Goal: Paired t-test on mean univariate activation (Cued-Uncued)

Preprocessing

arousal.bold.uni <- read_csv("task-arousal_maskedMeanEff.csv")
## New names:
## Rows: 1872 Columns: 4
## ── Column specification
## ──────────────────────────────────────────────────────── Delimiter: "," chr
## (2): zmap, mask dbl (2): ...1, meanEffEstimate
## ℹ Use `spec()` to retrieve the full column specification for this data. ℹ
## Specify the column types or set `show_col_types = FALSE` to quiet this message.
## • `` -> `...1`
filtered_df <- arousal.bold.uni %>%
  filter(str_detect(zmap, "contrast-Cued_zmap") | str_detect(zmap, "contrast-Uncued_zmap")) %>%
  mutate(subject = str_extract(zmap, "(?<=sub-)(.*?)(?=_task)"),
    pretty_mask = map_chr(mask, ~basename(.x)),
    contrast = str_extract(zmap, "(?<=contrast-)(.*?)(?=_zmap)"))

Paired t-test

library(dplyr)
library(tidyr)
library(purrr)
library(broom)
## Warning: package 'broom' was built under R version 4.2.3
# Spread the dataframe so that each subject has one row with both Cued and Uncued values.
spread_df <- filtered_df %>% select(-c(`...1`,zmap,mask)) %>%
  spread(key = contrast, value = meanEffEstimate) 

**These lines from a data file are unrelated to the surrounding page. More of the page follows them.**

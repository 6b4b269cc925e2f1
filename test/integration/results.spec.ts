import { createHash } from 'node:crypto';
import { readFileSync } from 'node:fs';
import ExcelJS from 'exceljs';
import { dispatch } from '../../server/cli/main';
import type { MemberRecord } from '../../server/ifc/model-read-result';
import { ResultKey } from '../../server/results/result-key.entity';
import { ResultSet } from '../../server/results/result-set.entity';
import { ResultsUpload } from '../../server/results/results-upload.entity';
import { removeStaleUploads } from '../../server/results/stale-uploads';
import type { ApiAgent } from '../fixtures/api-agent';
import { fixturePath, SHEET_PER_COMBINATION, tempFiles } from '../fixtures/results/result-files';
import { type TestApp, startTestApp } from '../fixtures/test-app';
import { type TestTeam, createTeam } from '../fixtures/test-accounts';
import { buildingSmartSample } from '../fixtures/ifc/buildingsmart-samples';
import { generateFrame } from '../generator/generate-frame';
import {
  DEFAULT_MAPPING,
  type Revision,
  importResults,
  ingestModel,
  mappingsUrl,
  membersOf,
  resultsCsv,
  resultsFootprint,
  resultsUrl,
  storedResultFiles,
  uploadResults,
} from './results-scene';

const sha256 = (bytes: string | Buffer): string => createHash('sha256').update(bytes).digest('hex');

async function workbook(sheets: Record<string, ExcelJS.CellValue[][]>): Promise<Buffer> {
  const book = new ExcelJS.Workbook();
  for (const [name, rows] of Object.entries(sheets)) book.addWorksheet(name).addRows(rows);
  return Buffer.from(await book.xlsx.writeBuffer());
}
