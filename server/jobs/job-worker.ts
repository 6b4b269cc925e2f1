import type { MessagePort } from 'node:worker_threads';
import { DomainError } from '../http/errors';
import type { JobPortMessage, JobProgress, SerializedDomainError } from './job-progress';

export type ReportProgress = (progress: JobProgress) => void;

/** What the runner hands each worker task. */
export interface JobTask<I> {
  input: I;
  progressPort: MessagePort;
}

export type JobOutcome<O> = { kind: 'result'; value: O } | SerializedDomainError;

/**
 * Wraps the work of a worker file: `export default defineJob(async (input, report) => …)`.
 * Domain errors (a bad file, say) travel back intact so the route can answer 400 rather than 500.
 */
export function defineJob<I, O>(work: (input: I, report: ReportProgress) => Promise<O> | O) {
  return async ({ input, progressPort }: JobTask<I>): Promise<JobOutcome<O>> => {
    const post = (message: JobPortMessage) => progressPort.postMessage(message);
    try {
      return { kind: 'result', value: await work(input, (progress) => post({ kind: 'progress', progress })) };
    } catch (error) {
      if (!(error instanceof DomainError)) throw error;
      return { kind: 'domain-error', className: error.name, message: error.message, code: error.code, details: error.details };
    } finally {
      post({ kind: 'end' });
      progressPort.close();
    }
  };
}
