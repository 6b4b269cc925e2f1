import { HttpTestingController } from '@angular/common/http/testing';
import { Component } from '@angular/core';
import { TestBed } from '@angular/core/testing';
import { provideRouter } from '@angular/router';
import { RouterTestingHarness } from '@angular/router/testing';
import { nextRequest, provideApiForTests, settle } from '../../core/http.testing';
import { meFor, signInForTest, TEST_PROJECT_ID } from '../../core/session.testing';
import { Project } from '../project';
import { ProjectList } from './project-list';

@Component({ template: 'project page' })
class ProjectPage {}

const active: Project = {
  id: TEST_PROJECT_ID,
  name: 'Ferry terminal canopy',
  code: 'FTC-2',
  description: '',
  client: 'Port authority',
  location: 'Pier 2',
  standard: 'aisc360-22-asd',
  archived: false,
  createdAt: '2026-03-02T08:00:00Z',
  role: 'reviewer',
};
const archived: Project = { ...active, id: 'p-old', name: 'Old footbridge', code: 'OFB-1', archived: true };

describe('ProjectList', () => {
  let backend: HttpTestingController;

  beforeEach(() => {
    TestBed.configureTestingModule({
      providers: [
        provideRouter([
          { path: 'projects', component: ProjectList },
          { path: 'projects/:projectId', component: ProjectPage },
        ]),
        ...provideApiForTests(),
      ],
    });
    backend = TestBed.inject(HttpTestingController);
  });

  afterEach(() => backend.verify());

  async function open(role: 'admin' | 'coordinator' | 'reviewer', projects: Project[]) {
    await signInForTest(meFor(role));
    const harness = await RouterTestingHarness.create('/projects');
    (await nextRequest(backend, (r) => r.url === '/api/projects' && r.params.get('archived') === 'false')).flush({ projects });
    await settle();
    return { harness, page: harness.routeNativeElement! };
  }

  function newProjectButton(page: HTMLElement): HTMLButtonElement | undefined {
    return [...page.querySelectorAll('button')].find((button) => button.textContent?.includes('New project'));
  }

  it('lists each project with its code, standard and the role of the user', async () => {
    const { page } = await open('reviewer', [active]);
    const tile = page.querySelector('.project-tile')!;
    expect(tile.querySelector('a')?.getAttribute('href')).toBe(`/projects/${TEST_PROJECT_ID}`);
    expect(tile.textContent).toContain('FTC-2');
    expect(tile.textContent).toContain('AISC 360-22, ASD');
    expect(tile.textContent).toContain('Reviewer');
  });

  it('offers a new project to those allowed to create one', async () => {
    expect(newProjectButton((await open('coordinator', [active])).page)).toBeDefined();
  });

  it('does not offer a new project to a reviewer', async () => {
    const { page } = await open('reviewer', []);
    expect(newProjectButton(page)).toBeUndefined();
    expect(page.textContent).toContain('A coordinator can add you');
  });

  it('brings archived projects into the list, marked, when asked', async () => {
    const { harness, page } = await open('admin', [active]);
    page.querySelector<HTMLButtonElement>('mat-slide-toggle button')!.click();
    (await nextRequest(backend, (r) => r.url === '/api/projects' && r.params.get('archived') === 'all')).flush({
      projects: [active, archived],
    });
    await harness.fixture.whenStable();
    const tiles = [...page.querySelectorAll('.project-tile')];
    expect(tiles).toHaveLength(2);
    expect(tiles[1].classList).toContain('archived');
    expect(tiles[1].textContent).toContain('Archived');
  });

  it('says why the list could not load', async () => {
    await signInForTest(meFor('engineer'));
    const harness = await RouterTestingHarness.create('/projects');
    (await nextRequest(backend, (r) => r.url === '/api/projects')).flush(
      { error: { code: 'internal', message: 'The server could not read the projects.' } },
      { status: 500, statusText: 'Server Error' },
    );
    await harness.fixture.whenStable();
    expect(harness.routeNativeElement!.querySelector('[role=alert]')?.textContent).toContain('could not read the projects');
  });
});
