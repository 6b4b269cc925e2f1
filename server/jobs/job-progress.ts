/** How far a job has got: `fraction` from 0 to 1, and optionally what it is doing. */
export interface JobProgress {
  fraction: number;
  message?: string;
}

/** Messages on a job's progress port; 'end' is always last, so no progress arrives after the result. */
export type JobPortMessage = { kind: 'progress'; progress: JobProgress } | { kind: 'end' };

/** A domain error thrown in a worker, sent back as data (classes do not cross threads). */
export interface SerializedDomainError {
  kind: 'domain-error';
  className: string;
  message: string;
  code: string;
  details?: unknown;
}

# Perform a paired t-test for each mask and tidy the results.
t_test_results <- spread_df %>%
  group_by(pretty_mask) %>%
  do(tidy(t.test(.$Cued, .$Uncued, paired = TRUE)))

# Focus on predefined ROIs
t_test_results.filtered <-t_test_results %>% ungroup %>% filter(pretty_mask %in% c("resampled_vinsula_mask.nii.gz","resampled_vsgcv2_mask.nii.gz","resampled_vamygdala_mask.nii.gz","resampled_vorbitofrontal_mask.nii.gz"))

kable(t_test_results.filtered)
pretty_mask estimate statistic p.value parameter conf.low conf.high method alternative
resampled_vamygdala_mask.nii.gz -0.1699035 -0.8858532 0.3880560 17 -0.5745587 0.2347517 Paired t-test two.sided
resampled_vinsula_mask.nii.gz -0.4946816 -2.7680838 0.0131592 17 -0.8717248 -0.1176385 Paired t-test two.sided
resampled_vorbitofrontal_mask.nii.gz -0.2555129 -2.5601917 0.0202798 17 -0.4660772 -0.0449485 Paired t-test two.sided
resampled_vsgcv2_mask.nii.gz -0.3121361 -2.7674111 0.0131778 17 -0.5501020 -0.0741701 Paired t-test two.sided

looks like insula, ofc and sgACC is sig at p<0.05

Visualize paired t-test of mean bold per each ROI

filtered_df.2 <- filtered_df %>% select(-c(`...1`,zmap,mask)) %>%
  mutate(
    pretty_mask_name = case_when(
      str_detect(pretty_mask, "insula") ~ "Insula",
      str_detect(pretty_mask, "orbitofrontal") ~ "OFC",
      str_detect(pretty_mask, "sgc") ~ "sgACC",
      str_detect(pretty_mask, "amygdala") ~ "Amygdala",
      TRUE ~ "Other"
    )
  )

filtered_df.2 <- filtered_df.2 %>% filter(pretty_mask %in% c("resampled_vinsula_mask.nii.gz","resampled_vsgcv2_mask.nii.gz","resampled_vamygdala_mask.nii.gz","resampled_vorbitofrontal_mask.nii.gz"))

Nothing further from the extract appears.